**What to do:**
Counting only lines below that hold "stated", give the total alone.
Data for the task section start
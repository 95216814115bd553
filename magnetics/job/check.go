package job

import (
	"fmt"
	"strconv"
	"strings"

	"gapwright/corelib/document"
	"gapwright/corelib/quantity"
)

// Format is the version of the files that this package reads and writes.
const Format = 1

// sumSlack is what rounding may add to a sum of a few percentages.
const sumSlack = 1e-9

func path(list string, i int, key string) string { return fmt.Sprintf("%s[%d].%s", list, i, key) }

// check finds what no single value shows: contradictions, shares, forms of
// corners. It fills in the shares and what follows from other keys.
func check(f *jobFile, rec *document.Record) {
	checkFormat(f.Format, rec)
	checkTank(f, rec)
	checkCorners(f, rec)
	checkBuild(f, rec)
	checkTolerances(&f.Build.Tolerances, rec)
	notYet(f, rec)
}

// checkTolerances refuses a tolerance that reaches down to nothing or below: no
// inductance, capacitance, area or time does.
func checkTolerances(t *Tolerances, rec *document.Record) {
	for _, one := range []struct {
		key   string
		value [2]float64
	}{
		{"open_inductance", t.OpenInductance},
		{"short_inductance.concentric", t.ShortInductance.Concentric},
		{"short_inductance.sandwich", t.ShortInductance.Sandwich},
		{"short_inductance.sections", t.ShortInductance.Sections},
		{"inductor_inductance", t.InductorInductance},
		{"permeability", t.Permeability},
		{"core_area", t.CoreArea},
		{"resonant_capacitance", t.ResonantCapacitance},
		{"node_capacitance", t.NodeCapacitance},
		{"dead_time", t.DeadTime},
	} {
		path := "build.tolerances." + one.key
		if given(rec, path) && one.value[0] >= 1 {
			rec.Fault(path, "%s down leaves nothing of the value; write less than 100 %%", percent(one.value[0]))
		}
	}
}

func checkFormat(format int, rec *document.Record) {
	if rec.Set("format") && rec.Valid("format") && format != Format {
		rec.Fault("format", "%d is not a format of this release; write %d", format, Format)
	}
}

// given tells whether the document states every path rightly.
func given(rec *document.Record, paths ...string) bool {
	for _, p := range paths {
		if !rec.Set(p) || !rec.Valid(p) {
			return false
		}
	}
	return true
}

// valid tells whether every path can be relied on, stated or default.
func valid(rec *document.Record, paths ...string) bool {
	for _, p := range paths {
		if !rec.Valid(p) {
			return false
		}
	}
	return true
}

// where names the line of path, or says that its default is meant.
func where(rec *document.Record, path string) string {
	if rec.Set(path) {
		return fmt.Sprintf("on line %d", rec.Line(path))
	}
	return "by default"
}

// blame returns the first path that the document states, else the last one.
func blame(rec *document.Record, paths ...string) string {
	for _, p := range paths {
		if rec.Set(p) {
			return p
		}
	}
	return paths[len(paths)-1]
}

func checkTank(f *jobFile, rec *document.Record) {
	t := f.Tank
	if given(rec, "tank.magnetizing_inductance", "tank.resonant_inductance") && t.Lm < t.Lr {
		rec.Fault("tank.magnetizing_inductance", "%s is below resonant_inductance %s on line %d; write the larger of the two here",
			rec.Text("tank.magnetizing_inductance"), rec.Text("tank.resonant_inductance"), rec.Line("tank.resonant_inductance"))
	}
	if given(rec, "tank.frequency_min", "tank.frequency_max") && t.FrequencyMin > t.FrequencyMax {
		rec.Fault("tank.frequency_min", "%s is above frequency_max %s on line %d; write the lower of the two here",
			rec.Text("tank.frequency_min"), rec.Text("tank.frequency_max"), rec.Line("tank.frequency_max"))
	}
	if given(rec, "tank.dead_time", "tank.frequency_max") && t.DeadTime*t.FrequencyMax >= 0.5 {
		rec.Fault("tank.dead_time", "%s is not shorter than half a period at frequency_max %s on line %d; write a shorter one",
			rec.Text("tank.dead_time"), rec.Text("tank.frequency_max"), rec.Line("tank.frequency_max"))
	}
}

func checkCorners(f *jobFile, rec *document.Record) {
	if !given(rec, "corners") {
		return
	}
	byName := map[string]string{}
	for i := range f.Corners {
		name := path("corners", i, "name")
		if !given(rec, name) {
			continue
		}
		if first, ok := byName[f.Corners[i].Name]; ok {
			rec.Fault(name, "%s is the name of the corner on line %d too; write another name", f.Corners[i].Name, rec.Line(first))
			continue
		}
		byName[f.Corners[i].Name] = name
	}
	for i := range f.Corners {
		// A mistyped key would be taken for a missing one.
		if rec.Clean(fmt.Sprintf("corners[%d]", i)) {
			checkForm(i, rec)
		}
	}
	shares(f, rec)
}

// checkForm finds out whether corner i asks for an output or for a frequency.
func checkForm(i int, rec *document.Record) {
	set := func(key string) bool { return rec.Set(path("corners", i, key)) }
	at := func(key string) string { return path("corners", i, key) }
	self := fmt.Sprintf("corners[%d]", i)
	var loads []string
	for _, key := range []string{"output_current", "output_power", "load_resistance"} {
		if set(key) {
			loads = append(loads, key)
		}
	}
	const loadWords = "output_current, output_power or load_resistance"
	switch {
	case set("frequency") && set("output_voltage"):
		rec.Fault(at("frequency"), "the corner has output_voltage on line %d too; write one of them, the other is found", rec.Line(at("output_voltage")))
	case set("frequency"):
		for _, key := range []string{"output_current", "output_power"} {
			if set(key) {
				rec.Fault(at(key), "does not go with frequency on line %d; write load_resistance", rec.Line(at("frequency")))
				return
			}
		}
		if !set("load_resistance") {
			rec.Fault(at("frequency"), "needs a load; write load_resistance beside it")
		}
	case !set("output_voltage"):
		rec.Fault(self, "the corner has neither output_voltage nor frequency; write output_voltage with %s, or frequency with load_resistance", loadWords)
	case len(loads) == 0:
		rec.Fault(at("output_voltage"), "needs a load; write %s beside it", loadWords)
	}
	if !set("frequency") && len(loads) > 1 {
		rec.Fault(at(loads[1]), "the load is stated by %s on line %d too; write one of them", loads[0], rec.Line(at(loads[0])))
	}
	if set("duration") && set("share") {
		rec.Fault(at("share"), "a corner with duration, on line %d, has no share; write one of them", rec.Line(at("duration")))
	}
}

// shares splits the operating time that the job does not state.
func shares(f *jobFile, rec *document.Record) {
	sum, last := 0.0, ""
	var open []int
	for i, c := range f.Corners {
		switch share := path("corners", i, "share"); {
		case rec.Set(path("corners", i, "duration")):
		case !rec.Set(share):
			open = append(open, i)
		case !rec.Valid(share):
			return
		default:
			sum, last = sum+c.Share, share
		}
	}
	switch {
	case last == "" && len(open) == 0: // passing corners only
	case sum > 1+sumSlack:
		rec.Fault(last, "the shares add up to %s; write shares of 100 %% together", percent(sum))
	case len(open) == 0 && sum < 1-sumSlack:
		rec.Fault(last, "the shares add up to %s and no corner is left for the rest; write shares of 100 %% together", percent(sum))
	default:
		for _, i := range open {
			f.Corners[i].Share = max(0, 1-sum) / float64(len(open))
		}
	}
}

func percent(x float64) string { return strconv.FormatFloat(100*x, 'g', 6, 64) + " %" }

func checkBuild(f *jobFile, rec *document.Record) {
	b := &f.Build
	if o := b.Objective; rec.Set("build.objective") && rec.Valid("build.objective") && o.Word == "" && o.Loss+o.Volume+o.Mass == 0 {
		rec.Fault("build.objective", "all weights are zero; write at least one of loss, volume, mass")
	}
	if rec.Valid("build.resonant_inductor") && b.ResonantInductor == "leakage" && valid(rec, "build.transformer.arrangements", "build.transformer.barrier_extra") {
		sections := false
		for _, a := range b.Transformer.Arrangements {
			sections = sections || a == "sections"
		}
		if !sections && b.Transformer.BarrierExtra[1] == 0 {
			rec.Fault("build.resonant_inductor", "leakage needs sections among the arrangements %s, or barrier_extra above 0 %s; write one of these, or separate",
				where(rec, "build.transformer.arrangements"), where(rec, "build.transformer.barrier_extra"))
		}
	}
	checkPart("build", &PartLimits{b.Limits, b.Cores, b.Gap, b.Wires, b.Insulation}, b, rec, func(p PartLimits) {
		b.Gap = p.Gap
		// The parts inherit it where they state neither kind nor governs themselves.
		for name, l := range map[string]*Gap{Transformer: &b.Transformer.Gap, Inductor: &b.Inductor.Gap} {
			if l.Kind == p.Gap.Kind && !rec.Set("build."+name+".gap.governs") {
				l.Governs = p.Gap.Governs
			}
		}
	})
	checkPart("build.transformer", &b.Transformer.PartLimits, b, rec, func(p PartLimits) { b.Transformer.Gap = p.Gap })
	checkPart("build.inductor", &b.Inductor.PartLimits, b, rec, func(p PartLimits) { b.Inductor.Gap = p.Gap })
}

// checkPart finds contradictions in the limits of one part, or of both when
// base is "build". A part's own section is looked at only where it states
// something itself.
func checkPart(base string, p *PartLimits, b *Build, rec *document.Record, keep func(PartLimits)) {
	// in resolves a key to the part's own place or to the general one.
	in := func(key string) string {
		if own := base + "." + key; rec.Set(own) || base == "build" {
			return own
		}
		return "build." + key
	}
	// ours tells whether a contradiction between keys is new at this level.
	ours := func(keys ...string) bool {
		for _, k := range keys {
			if !valid(rec, base+"."+k, in(k)) {
				return false
			}
		}
		if base == "build" {
			return true
		}
		for _, k := range keys {
			if rec.Set(base + "." + k) {
				return true
			}
		}
		return false
	}
	checkNames(base, p, b, rec)
	if ours("insulation.build", "insulation.creepage", "cores.families", "cores.shapes") {
		checkMargins(p, b, rec, in)
	}
	ambient := "build.surroundings.ambient_temperature"
	for _, t := range []struct {
		key   string
		value float64
	}{{"limits.winding_temperature", p.Limits.WindingTemperature}, {"limits.core_temperature", p.Limits.CoreTemperature}} {
		if ours(t.key) && rec.Valid(ambient) && t.value <= b.Surroundings.AmbientTemperature {
			name := t.key[len("limits."):]
			if at := blame(rec, in(t.key), ambient); at == ambient {
				rec.Fault(ambient, "%s is not below %s %s %s; write a lower one", text(rec, ambient, b.Surroundings.AmbientTemperature, quantity.Celsius), name, text(rec, in(t.key), t.value, quantity.Celsius), where(rec, in(t.key)))
			} else {
				rec.Fault(at, "%s is not above ambient_temperature %s %s; write a higher one", text(rec, at, t.value, quantity.Celsius), text(rec, ambient, b.Surroundings.AmbientTemperature, quantity.Celsius), where(rec, ambient))
			}
		}
	}
	if ours("gap.length_min", "gap.length_max") && p.Gap.LengthMin > p.Gap.LengthMax {
		lo, hi := in("gap.length_min"), in("gap.length_max")
		if blame(rec, lo, hi) == lo {
			rec.Fault(lo, "%s is above length_max %s %s; write the lower of the two here", text(rec, lo, p.Gap.LengthMin, quantity.Meter), text(rec, hi, p.Gap.LengthMax, quantity.Meter), where(rec, hi))
		} else {
			rec.Fault(hi, "%s is below length_min %s %s; write the higher of the two here", text(rec, hi, p.Gap.LengthMax, quantity.Meter), text(rec, lo, p.Gap.LengthMin, quantity.Meter), where(rec, lo))
		}
	}
	if ours("gap.kind", "gap.governs") && p.Gap.Kind == "spacer" && p.Gap.Governs == "A_L" {
		if rec.Set(in("gap.governs")) {
			rec.Fault(blame(rec, base+".gap.governs", in("gap.kind"), in("gap.governs")), "A_L cannot govern a gap of kind spacer (kind is %s, governs %s); write governs: length", where(rec, in("gap.kind")), where(rec, in("gap.governs")))
		} else {
			p.Gap.Governs = "length" // a spacer is bought by its thickness
			keep(*p)
		}
	}
	ins := p.Insulation
	for _, key := range []string{"creepage", "clearance"} {
		k := "insulation." + key
		if ours(k, "insulation.grade") && rec.Set(in(k)) && rec.Text(in(k)) != "absent" && ins.Grade == "" {
			rec.Fault(in(k), "is stated without a grade (grade is absent %s); write grade: functional, basic or reinforced", where(rec, in("insulation.grade")))
		}
	}
	if k, r := "insulation.working_voltage_peak", "insulation.working_voltage"; ours(k, r) && ins.WorkingVoltage != nil && ins.WorkingVoltagePeak != nil && *ins.WorkingVoltagePeak < *ins.WorkingVoltage {
		rec.Fault(blame(rec, base+"."+k, base+"."+r, in(k)), "the peak %s (%s) is below the rms value %s (%s); write the peak value", rec.Text(in(k)), where(rec, in(k)), rec.Text(in(r)), where(rec, in(r)))
	}
	if ours("wires.stock", "wires.kinds") && len(p.Wires.Stock) > 0 {
		some := false
		for _, w := range p.Wires.Stock {
			for _, k := range p.Wires.Kinds {
				some = some || kindOf(w) == k
			}
		}
		if !some {
			rec.Fault(blame(rec, base+".wires.stock", base+".wires.kinds", in("wires.stock")), "the stock %s holds no wire of the kinds %s (%s); write one, or another kind",
				where(rec, in("wires.stock")), strings.Join(p.Wires.Kinds, ", "), where(rec, in("wires.kinds")))
		}
	}
}

// text is a value as it was written, or its default.
func text(rec *document.Record, path string, value float64, u quantity.Unit) string {
	if t := rec.Text(path); t != "" {
		return t
	}
	return quantity.Exact(value, u)
}

// kindOf tells the kind of a wire by its text.
func kindOf(wire string) string {
	switch {
	case strings.Contains(wire, "litz"):
		return "litz"
	case strings.Contains(wire, "foil"):
		return "foil"
	}
	return "solid"
}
Data for the task section end
**Answer to this exercise:**
3